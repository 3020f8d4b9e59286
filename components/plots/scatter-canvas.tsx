'use client';

import { useEffect, useMemo, useRef, useState } from 'react';
import { markerPath, type MarkerShape } from '@/lib/tracers';
import { Button } from '@/components/ui/button';

/** One axis of a scatter plot. */
export interface AxisSpec {
  /** Symbol for the cursor readout, e.g. `l`. */
  symbol: string;
  /** Axis title without unit, e.g. `Galactic longitude l`. */
  label: string;
  /** Unit shown in brackets after the title and after readout values, e.g. `°`, `km/s`. */
  unit: string;
  /** Values grow to the left (x) or downwards (y), as Galactic longitude is drawn. */
  reversed?: boolean;
  /** Maps a plotted value to the value shown in ticks and readout (e.g. −10° → 350°). */
  toDisplay?: (v: number) => number;
}

type Range = [number, number];
type View = { x: Range; y: Range };

type Props = {
  /** Plotted x and y values, one pair per point; pairs with a NaN are skipped. */
  xs: Float32Array;
  ys: Float32Array;
  x: AxisSpec;
  y: AxisSpec;
  /** Point colour, `#rrggbb`. */
  colour: string;
  /** Marker shape for the legend and the SVG export. */
  shape: MarkerShape;
  /** Legend text, e.g. the catalog's name and class. */
  legend: string;
  /** Accessible name of the plot and stem of downloaded file names. */
  title: string;
  fileStem: string;
  /** Height over width of the plot; the height is kept between 260 and 620 CSS px. */
  aspect?: number;
  testId?: string;
};

const MARGIN = { left: 64, right: 16, top: 14, bottom: 46 };
const BACKGROUND = '#fffdf8';
const INK = '#1d2327';
const INK_SOFT = '#4a545b';
const RULE = '#bdb4a0';
/** Up to this many points in view are drawn as marker shapes; more as density pixels. */
export const MARKER_LIMIT = 5_000;
/** Name of the performance measure each redraw records. */
export const DRAW_MEASURE = 'lanewise:scatter-draw';
/** Points kept in the SVG download; the rest are left out by taking every k-th point. */
export const SVG_POINT_LIMIT = 20_000;

/**
 * "Nice" tick values (1, 2 or 5 × 10ⁿ apart) covering [lo, hi] with at most about `maxCount`
 * ticks, and the number of decimals that prints them exactly.
 */
export function niceTicks(
  lo: number,
  hi: number,
  maxCount: number,
): { ticks: number[]; decimals: number } {
  const span = hi - lo;
  if (!(span > 0) || !Number.isFinite(span)) return { ticks: [lo], decimals: 2 };
  const raw = span / Math.max(1, maxCount);
  const mag = 10 ** Math.floor(Math.log10(raw));
  const step = [1, 2, 5, 10].map((m) => m * mag).find((s) => s >= raw) ?? 10 * mag;
  const ticks: number[] = [];
  for (let t = Math.ceil(lo / step) * step; t <= hi + step * 1e-9; t += step)
    ticks.push(+t.toPrecision(12));
  return { ticks, decimals: Math.max(0, -Math.floor(Math.log10(step) + 1e-9)) };
}

/** A number with a true minus sign, as printed on axes. */
function fmt(v: number, decimals: number): string {
  const s = (Object.is(v, -0) ? 0 : v).toFixed(decimals);
  return s.startsWith('-') && Number(s) !== 0 ? `−${s.slice(1)}` : s.replace(/^-/, '');
}

/** The finite extent of the pairs, padded by 3 % on each side (a unit on each side if flat). */
function dataView(xs: Float32Array, ys: Float32Array): View | null {
  let x0 = Infinity;
  let x1 = -Infinity;
  let y0 = Infinity;
  let y1 = -Infinity;
  for (let i = 0; i < xs.length; i++) {
    const x = xs[i];
    const y = ys[i];
    if (x !== x || y !== y) continue;
    if (x < x0) x0 = x;
    if (x > x1) x1 = x;
    if (y < y0) y0 = y;
    if (y > y1) y1 = y;
  }
  if (x0 > x1) return null;
  const pad = (a: number, b: number): Range =>
    b > a ? [a - (b - a) * 0.03, b + (b - a) * 0.03] : [a - 1, b + 1];
  return { x: pad(x0, x1), y: pad(y0, y1) };
}

/** Plot-area geometry in CSS pixels and the data ↔ pixel transforms for one view. */
function frame(view: View, width: number, height: number, x: AxisSpec, y: AxisSpec) {
  const w = Math.max(1, width - MARGIN.left - MARGIN.right);
  const h = Math.max(1, height - MARGIN.top - MARGIN.bottom);
  const [xLo, xHi] = view.x;
  const [yLo, yHi] = view.y;
  const sx = (x.reversed ? -w : w) / (xHi - xLo);
  const ox = x.reversed ? w : 0;
  const sy = (y.reversed ? h : -h) / (yHi - yLo);
  const oy = y.reversed ? 0 : h;
  return {
    w,
    h,
    /** Data → x pixel offset inside the plot area. */
    px: (v: number) => ox + (v - xLo) * sx,
    py: (v: number) => oy + (v - yLo) * sy,
    /** Pixel offset inside the plot area → data. */
    dx: (p: number) => xLo + (p - ox) / sx,
    dy: (p: number) => yLo + (p - oy) / sy,
    xLo,
    yLo,
    sx,
    sy,
    ox,
    oy,
  };
}

type Frame = ReturnType<typeof frame>;

/**
 * Counts the points falling in each CSS-pixel cell of the plot area (a w × h grid, row-major).
 * One pass over flat arrays with no allocation per point, so a million points take a few ms.
 */
function binPoints(xs: Float32Array, ys: Float32Array, f: Frame, w: number, h: number) {
  const counts = new Uint32Array(w * h);
  let max = 0;
  let shown = 0;
  const { xLo, yLo, sx, sy, ox, oy } = f;
  for (let i = 0; i < xs.length; i++) {
    const cx = Math.floor(ox + (xs[i] - xLo) * sx);
    const cy = Math.floor(oy + (ys[i] - yLo) * sy);
    // NaN fails both comparisons, so points without a value drop out here too.
    if (!(cx >= 0 && cx < w && cy >= 0 && cy < h)) continue;
    const c = ++counts[cy * w + cx];
    if (c > max) max = c;
    shown++;
  }
  return { counts, max, shown };
}

function rgb(hex: string): [number, number, number] {
  const n = parseInt(hex.slice(1), 16);
  return [(n >> 16) & 255, (n >> 8) & 255, n & 255];
}

/**
 * Paints the binned points into an ImageData of the plot area at device resolution: each
 * occupied cell is one CSS pixel in the point colour, darker where more points pile up (opacity
 * grows with log count), so dense lanes stay readable without one draw call per point.
 */
function paintPoints(
  ctx: CanvasRenderingContext2D,
  binned: ReturnType<typeof binPoints>,
  w: number,
  h: number,
  dpr: number,
  colour: string,
): ImageData {
  const dw = Math.round(w * dpr);
  const dh = Math.round(h * dpr);
  const img = ctx.createImageData(dw, dh);
  const px = new Uint32Array(img.data.buffer);
  const [r, g, b] = rgb(colour);
  const [br, bg, bb] = rgb(BACKGROUND);
  // Little-endian RGBA packed as one 32-bit word; a 256-step table of blends by opacity.
  const lut = new Uint32Array(256);
  for (let k = 0; k < 256; k++) {
    const a = k / 255;
    const mix = (c: number, base: number) => Math.round(base + (c - base) * a);
    lut[k] = (255 << 24) | (mix(b, bb) << 16) | (mix(g, bg) << 8) | mix(r, br);
  }
  const { counts, max } = binned;
  const logMax = Math.log1p(Math.max(1, max));
  const colOf = new Int32Array(dw);
  for (let i = 0; i < dw; i++) colOf[i] = Math.min(w - 1, Math.floor(i / dpr));
  for (let j = 0; j < dh; j++) {
    const row = Math.min(h - 1, Math.floor(j / dpr)) * w;
    const out = j * dw;
    for (let i = 0; i < dw; i++) {
      const c = counts[row + colOf[i]];
      px[out + i] =
        c === 0 ? lut[0] : lut[Math.round(255 * (0.6 + (0.4 * Math.log1p(c)) / logMax))];
    }
  }
  return img;
}

/**
 * Draws each point in view as the class's marker shape, for catalogs small enough that single
 * pixels would be lost. All markers go into one path and one fill.
 */
function drawMarkers(
  ctx: CanvasRenderingContext2D,
  xs: Float32Array,
  ys: Float32Array,
  f: Frame,
  colour: string,
  shape: MarkerShape,
) {
  const parts: string[] = [];
  for (let i = 0; i < xs.length; i++) {
    const X = f.px(xs[i]);
    const Y = f.py(ys[i]);
    if (X >= 0 && X <= f.w && Y >= 0 && Y <= f.h) {
      parts.push(markerPath(shape, MARGIN.left + X, MARGIN.top + Y, 2.5));
    }
  }
  ctx.save();
  ctx.beginPath();
  ctx.rect(MARGIN.left, MARGIN.top, f.w, f.h);
  ctx.clip();
  ctx.globalAlpha = 0.8;
  ctx.fillStyle = colour;
  ctx.fill(new Path2D(parts.join('')));
  ctx.restore();
}

type Axes = {
  xTicks: ReturnType<typeof niceTicks>;
  yTicks: ReturnType<typeof niceTicks>;
};

function ticksFor(view: View, f: Frame): Axes {
  return {
    xTicks: niceTicks(view.x[0], view.x[1], Math.max(2, Math.floor(f.w / 80))),
    yTicks: niceTicks(view.y[0], view.y[1], Math.max(2, Math.floor(f.h / 50))),
  };
}

const axisTitle = (a: AxisSpec) => `${a.label} (${a.unit})`;
const shown = (a: AxisSpec, v: number, decimals: number) =>
  fmt(a.toDisplay ? a.toDisplay(v) : v, decimals);

/** Frame, ticks, tick labels, axis titles and legend, drawn over the painted points. */
function drawAxes(
  ctx: CanvasRenderingContext2D,
  f: Frame,
  axes: Axes,
  p: Pick<Props, 'x' | 'y' | 'colour' | 'shape' | 'legend'>,
  legendCount: string,
) {
  const L = MARGIN.left;
  const T = MARGIN.top;
  ctx.strokeStyle = RULE;
  ctx.lineWidth = 1;
  ctx.strokeRect(L + 0.5, T + 0.5, f.w - 1, f.h - 1);
  ctx.fillStyle = INK;
  ctx.strokeStyle = INK_SOFT;
  ctx.font = '11px ui-monospace, monospace';
  ctx.textAlign = 'center';
  ctx.textBaseline = 'top';
  ctx.beginPath();
  for (const t of axes.xTicks.ticks) {
    const X = Math.round(L + f.px(t)) + 0.5;
    ctx.moveTo(X, T + f.h);
    ctx.lineTo(X, T + f.h + 5);
    ctx.fillText(shown(p.x, t, axes.xTicks.decimals), X, T + f.h + 7);
  }
  ctx.textAlign = 'right';
  ctx.textBaseline = 'middle';
  for (const t of axes.yTicks.ticks) {
    const Y = Math.round(T + f.py(t)) + 0.5;
    ctx.moveTo(L - 5, Y);
    ctx.lineTo(L, Y);
    ctx.fillText(shown(p.y, t, axes.yTicks.decimals), L - 7, Y);
  }
  ctx.stroke();
  ctx.font = '12px ui-sans-serif, system-ui, sans-serif';
  ctx.textAlign = 'center';
  ctx.textBaseline = 'bottom';
  ctx.fillText(axisTitle(p.x), L + f.w / 2, T + f.h + MARGIN.bottom - 4);
  ctx.save();
  ctx.translate(14, T + f.h / 2);
  ctx.rotate(-Math.PI / 2);
  ctx.textBaseline = 'middle';
  ctx.fillText(axisTitle(p.y), 0, 0);
  ctx.restore();
  const text = `${p.legend} · ${legendCount}`;
  const tw = ctx.measureText(text).width;
  const bx = L + f.w - tw - 34;
  ctx.fillStyle = 'rgba(255,253,248,0.9)';
  ctx.fillRect(bx, T + 6, tw + 28, 20);
  ctx.fillStyle = p.colour;
  ctx.fill(new Path2D(markerPath(p.shape, bx + 11, T + 16, 5)));
  ctx.fillStyle = INK;
  ctx.textAlign = 'left';
  ctx.textBaseline = 'middle';
  ctx.fillText(text, bx + 21, T + 16);
}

WHAT THE TASK ASKS —
Return every line of the preceding records in which the word "readout" appears.

YOUR SOLUTION —
  /** Symbol for the cursor readout, e.g. `l`. */
  /** Unit shown in brackets after the title and after readout values, e.g. `°`, `km/s`. */
  /** Maps a plotted value to the value shown in ticks and readout (e.g. −10° → 350°). */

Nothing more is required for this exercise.